(Exercise brief) For each entry in the listing, produce an exact copy.

------------------------------------

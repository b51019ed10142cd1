//! The rest of a drive from one snap: the drive table values a possession
//! at its start, which cannot tell 2nd & 2 from 4th & 12 at the same yard
//! line. From the fit's own snaps this reads, per (how the offense plays,
//! 10-yard field zone, down and distance class, trailing side's timeouts
//! class), how the possession the snap belongs to ended — the margin
//! change up to the next possession, who has the ball next and in which
//! zone, with the mean clock taken and timeouts used — and values a snap
//! as the drive table (or in overtime the season's overtime table) one
//! possession on.

use super::{mode, to_class, Drive, DriveTable, Mode, Outcome, LATE_MODE_SECS, MAX_SWING, NMODE, NTO, NZ, STEP_SECS, TIE_MODE_SECS, TO_CLASS};
use super::overtime::{OvertimeTable, Phase};
use crate::plays::Plays;
use serde::{Deserialize, Serialize};

/// Lower bounds of the 10-yard zones a snap is counted in.
const SNAP_ZONES: usize = 10;
/// Down and distance classes: 2nd and 1-5, 6+; 3rd and 1-2, 3-6, 7+;
/// 4th and 1-2, 3+; any 1st down. A first down once kept the value of a
/// possession starting there (a first down is mostly what a throw leaves,
/// so it cost pricing time, and held out by season the distance to the
/// oracle was the same), but that value, read from possessions starting
/// in the zone, came out below the 2nd down's at the same spot: 1st & goal
/// at the 8, level with 60 s left, 0.70 against 0.81 for 2nd & goal, and
/// in 235 of 2,480 states by more than 0.01. With a class of its own, 92
/// (the worst 0.039), the distance 0.00600 / 0.00613 / 0.00575 (seeds 7 /
/// 101 / 202) from 0.00601 / 0.00614 / 0.00577.
const NDOWN: usize = 8;
/// Seconds left in regulation from which the rest of a drive takes over
/// from a possession's start (`weight`): none of it before 10:00, all of
/// it from 9:00. Held out by season (seeds 101 / 202), the rest of a drive
/// over the whole 4th period and from 10:00 or 7:30 on gave the same
/// distance to the oracle (0.00637 / 0.00643), and the snaps and the
/// states a throw leaves before 10:00 are a third of those it would value.
pub const FROM_SECS: f64 = 600.0;
pub const FULL_SECS: f64 = 540.0;

/// The rest of a drive's weight against the possession-start value at
/// `secs` left in regulation (0 to 1).
pub fn weight(secs: f64) -> f64 {
    ((FROM_SECS - secs) / (FROM_SECS - FULL_SECS)).clamp(0.0, 1.0)
}

/// Seconds over which a late mode's cells take over from the mode before.
const MODE_IN_SECS: f64 = 30.0;

/// Snaps a late mode's own counts weigh as much as (shrinkage toward all
/// the cell's snaps).
const SHRINK_SNAPS: f64 = 100.0;

fn down_class(down: i32, to_go: i32) -> Option<usize> {
    Some(match (down, to_go) {
        (2, ..=5) => 0,
        (2, _) => 1,
        (3, ..=2) => 2,
        (3, 3..=6) => 3,
        (3, _) => 4,
        (4, ..=2) => 5,
        (4, _) => 6,
        (1, _) => 7,
        _ => return None,
    })
}

/// The yards to go each class stands for (its snaps' usual distance):
/// between two classes of a down the value is interpolated by the yards to
/// go, so a yard more to go never steps the value at a class's edge.
const CLASS_TO_GO: [f64; NDOWN] = [3.0, 10.0, 1.5, 4.5, 10.0, 1.5, 6.0, 10.0];

/// The classes of `down`: the first and how many.
fn classes_of(down: i32) -> Option<(usize, usize)> {
    match down {
        1 => Some((7, 1)),
        2 => Some((0, 2)),
        3 => Some((2, 3)),
        4 => Some((5, 2)),
        _ => None,
    }
}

------------------------------------

(Solution for this problem)
repository b51019ed10142cd1
//! The rest of a drive from one snap: the drive table values a possession
//! at its start, which cannot tell 2nd & 2 from 4th & 12 at the same yard
//! line. From the fit's own snaps this reads, per (how the offense plays,
//! 10-yard field zone, down and distance class, trailing side's timeouts
//! class), how the possession the snap belongs to ended — the margin
//! change up to the next possession, who has the ball next and in which
//! zone, with the mean clock taken and timeouts used — and values a snap
//! as the drive table (or in overtime the season's overtime table) one
//! possession on.

use super::{mode, to_class, Drive, DriveTable, Mode, Outcome, LATE_MODE_SECS, MAX_SWING, NMODE, NTO, NZ, STEP_SECS, TIE_MODE_SECS, TO_CLASS};
use super::overtime::{OvertimeTable, Phase};
use crate::plays::Plays;
use serde::{Deserialize, Serialize};

/// Lower bounds of the 10-yard zones a snap is counted in.
const SNAP_ZONES: usize = 10;
/// Down and distance classes: 2nd and 1-5, 6+; 3rd and 1-2, 3-6, 7+;
/// 4th and 1-2, 3+; any 1st down. A first down once kept the value of a
/// possession starting there (a first down is mostly what a throw leaves,
/// so it cost pricing time, and held out by season the distance to the
/// oracle was the same), but that value, read from possessions starting
/// in the zone, came out below the 2nd down's at the same spot: 1st & goal
/// at the 8, level with 60 s left, 0.70 against 0.81 for 2nd & goal, and
/// in 235 of 2,480 states by more than 0.01. With a class of its own, 92
/// (the worst 0.039), the distance 0.00600 / 0.00613 / 0.00575 (seeds 7 /
/// 101 / 202) from 0.00601 / 0.00614 / 0.00577.
const NDOWN: usize = 8;
/// Seconds left in regulation from which the rest of a drive takes over
/// from a possession's start (`weight`): none of it before 10:00, all of
/// it from 9:00. Held out by season (seeds 101 / 202), the rest of a drive
/// over the whole 4th period and from 10:00 or 7:30 on gave the same
/// distance to the oracle (0.00637 / 0.00643), and the snaps and the
/// states a throw leaves before 10:00 are a third of those it would value.
pub const FROM_SECS: f64 = 600.0;
pub const FULL_SECS: f64 = 540.0;

/// The rest of a drive's weight against the possession-start value at
/// `secs` left in regulation (0 to 1).
pub fn weight(secs: f64) -> f64 {
    ((FROM_SECS - secs) / (FROM_SECS - FULL_SECS)).clamp(0.0, 1.0)
}

/// Seconds over which a late mode's cells take over from the mode before.
const MODE_IN_SECS: f64 = 30.0;

/// Snaps a late mode's own counts weigh as much as (shrinkage toward all
/// the cell's snaps).
const SHRINK_SNAPS: f64 = 100.0;

fn down_class(down: i32, to_go: i32) -> Option<usize> {
    Some(match (down, to_go) {
        (2, ..=5) => 0,
        (2, _) => 1,
        (3, ..=2) => 2,
        (3, 3..=6) => 3,
        (3, _) => 4,
        (4, ..=2) => 5,
        (4, _) => 6,
        (1, _) => 7,
        _ => return None,
    })
}

/// The yards to go each class stands for (its snaps' usual distance):
/// between two classes of a down the value is interpolated by the yards to
/// go, so a yard more to go never steps the value at a class's edge.
const CLASS_TO_GO: [f64; NDOWN] = [3.0, 10.0, 1.5, 4.5, 10.0, 1.5, 6.0, 10.0];

/// The classes of `down`: the first and how many.
fn classes_of(down: i32) -> Option<(usize, usize)> {
    match down {
        1 => Some((7, 1)),
        2 => Some((0, 2)),
        3 => Some((2, 3)),
        4 => Some((5, 2)),
        _ => None,
    }
}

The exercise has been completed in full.